Connector.kafkaProducerPartitionID
The numeric partition ID that the CDC Publisher instance assigns to each message that is sent to the target messaging system. CDC Publisher uses this partition ID across all messages and target topics.
Valid values are -1 through 32767.
The value of -1 causes the target messaging system to select the partition ID. If you configure a message key in the
Connector.kafkaMessageKey
property, the target messaging system can use the message key to assign messages to partitions.

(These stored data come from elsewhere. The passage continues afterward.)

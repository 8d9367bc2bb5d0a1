import { describe, expect, it } from 'vitest';
import { InputError } from '../../lib/errors.js';
import { parseYamlWithLines } from '../../lib/job/parse-yaml-lines.js';

const TEXT = [
  'a:',              // 1
  '  b: 1',          // 2
  '  list:',         // 3
  '    - x',         // 4
  '    - { y: 2,',   // 5
  '        z: 3 }',  // 6
  'c: [1,',          // 7
  '  2]',            // 8
].join('\n') + '\n';

describe('parseYamlWithLines(text, file)', () => {
  it('parseYamlWithLines() returns the value of the document', () => {
    expect(parseYamlWithLines(TEXT, 'j.yaml').value).toEqual({ a: { b: 1, list: ['x', { y: 2, z: 3 }] }, c: [1, 2] });
  });

  it('lineOf(path) gives the line of keys, list items and flow entries', () => {
    const p = parseYamlWithLines(TEXT, 'j.yaml');
    expect(p.lineOf(['a'])).toBe(1);
    expect(p.lineOf(['a', 'b'])).toBe(2);
    expect(p.lineOf(['a', 'list'])).toBe(3);
    expect(p.lineOf(['a', 'list', 0])).toBe(4);
    expect(p.lineOf(['a', 'list', 1])).toBe(5);
    expect(p.lineOf(['a', 'list', 1, 'z'])).toBe(6);
    expect(p.lineOf(['c', 1])).toBe(8);
  });

  it('lineOf(path) falls back to the nearest written ancestor', () => {
    const p = parseYamlWithLines(TEXT, 'j.yaml');
    expect(p.lineOf(['a', 'list', 1, 'missing'])).toBe(5);
    expect(p.lineOf(['nowhere'])).toBe(1);
  });

  it('values reached through an alias point at the alias', () => {
    const p = parseYamlWithLines('x: &r { k: 1 }\ny:\n  z: *r\n', 'j.yaml');
    expect(p.value).toEqual({ x: { k: 1 }, y: { z: { k: 1 } } });
    expect(p.lineOf(['y', 'z', 'k'])).toBe(3);
  });

  it('a syntax error is an InputError naming file and line', () => {
    expect(() => parseYamlWithLines('a: 1\n  b: 2\n', 'j.yaml')).toThrow(InputError);
    expect(() => parseYamlWithLines('a: 1\n  b: 2\n', 'j.yaml')).toThrow(/^j\.yaml:2: YAML syntax error: /);
  });

  it('duplicate keys are refused', () => {
    expect(() => parseYamlWithLines('a: 1\na: 2\n', 'j.yaml')).toThrow(/^j\.yaml:2: YAML syntax error: duplicated mapping key/);
  });

  it('non-core tags are refused (safe schema only)', () => {
    expect(() => parseYamlWithLines('a: !!js/function "x"\n', 'j.yaml')).toThrow(/unknown scalar tag/);
  });

  it('too many aliases are refused', () => {
    const text = 'a: &a [1]\n' + Array.from({ length: 60 }, (_, i) => `k${i}: *a`).join('\n') + '\n';
    expect(() => parseYamlWithLines(text, 'j.yaml')).toThrow(/maxAliases/);
  });

  it('alias expansion beyond the node limit is refused', () => {
    // nine levels of ten references each: 10^9 values once expanded
    const lines = ['l0: &l0 [0, 0, 0, 0, 0, 0, 0, 0, 0, 0]'];
    for (let i = 1; i < 9; i++) lines.push(`l${i}: &l${i} [${Array(10).fill(`*l${i - 1}`).join(', ')}]`);
    expect(() => parseYamlWithLines(lines.join('\n') + '\n', 'j.yaml', { maxBytes: 1 << 20, maxAliases: 100, maxNodes: 10000, maxDepth: 40 }))
      .toThrow(/more than 10000 values after expanding aliases/);
  });

  it('more than one document is refused', () => {
    expect(() => parseYamlWithLines('a: 1\n---\nb: 2\n', 'j.yaml')).toThrow('j.yaml: expected one YAML document, found 2');
  });
});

If you enter a valid value greater than -1, CDC Publisher writes data to the partition that has specified partition ID. Ensure that a partition with the specified ID exists in all of the topics to which the CDC Publisher will write messages.
Default is -1.
Connector.kafkaTopicAllowSpecialCharacters
Controls whether the period (.) and dash (-) special characters can be used in Kafka target topic names. Also determines whether topic names can begin with a number.
Valid values are:
true
. Allows the period (.) and dash (-) characters to be used in topic names. Also, allows a number to be the first character in topic names.
false
. Causes topic names that include a period or dash character to be either automatically adjusted or rejected. If you set Connector.kafkaTopic=USE_TABLE_NAME to derive topic names from source table names, any period or dash in a table name is translated to an underscore (_) character. If you set Connector.kafkaTopic to a specific topic name that includes period or dash, the topic name is rejected. Also, with this setting, topic names cannot begin with a number.
Default is
false
.
Connector.logConnectorStatsOnExit
Enables PowerExchange CDC Publisher to write runtime statistics to the message log when the Publisher process shuts down. The statistics are printed in message CDCPUB_15034. The statistics are the same as those produced by the PWXCDCINFO STATS=TOPIC command.
true
. Prints runtime statistics at shutdown.
false
. Does not print runtime statistics at shutdown.
Default is
false
.
Connector.restartCheckpointSource
Allows an override of where the checkpoint information is to be derived from. Use this property if checkpoint sources become corrupted and an override is needed to specify where checkpoints are to be obtained. Valid values are:
all
. Checkpoints can be collected from the target and the backup checkpoint file.
target
. Acquire the checkpoint from the target.
file
. Acquire the checkpoint from the backup file.
Default is all.
Connector.sendMaintainOrder
Controls whether the CDC Publisher maintains the order in which change operations were retrieved from the source when sending messages to the target messaging system. Valid values are:
true
. Sends messages synchronously to the same partition in each target topic in the order that the change operations were retrieved from the source.
false
. Sends messages asynchronously to one or more partitions in target topics as soon as possible, without regard for the order in which the change operations were retrieved from the source.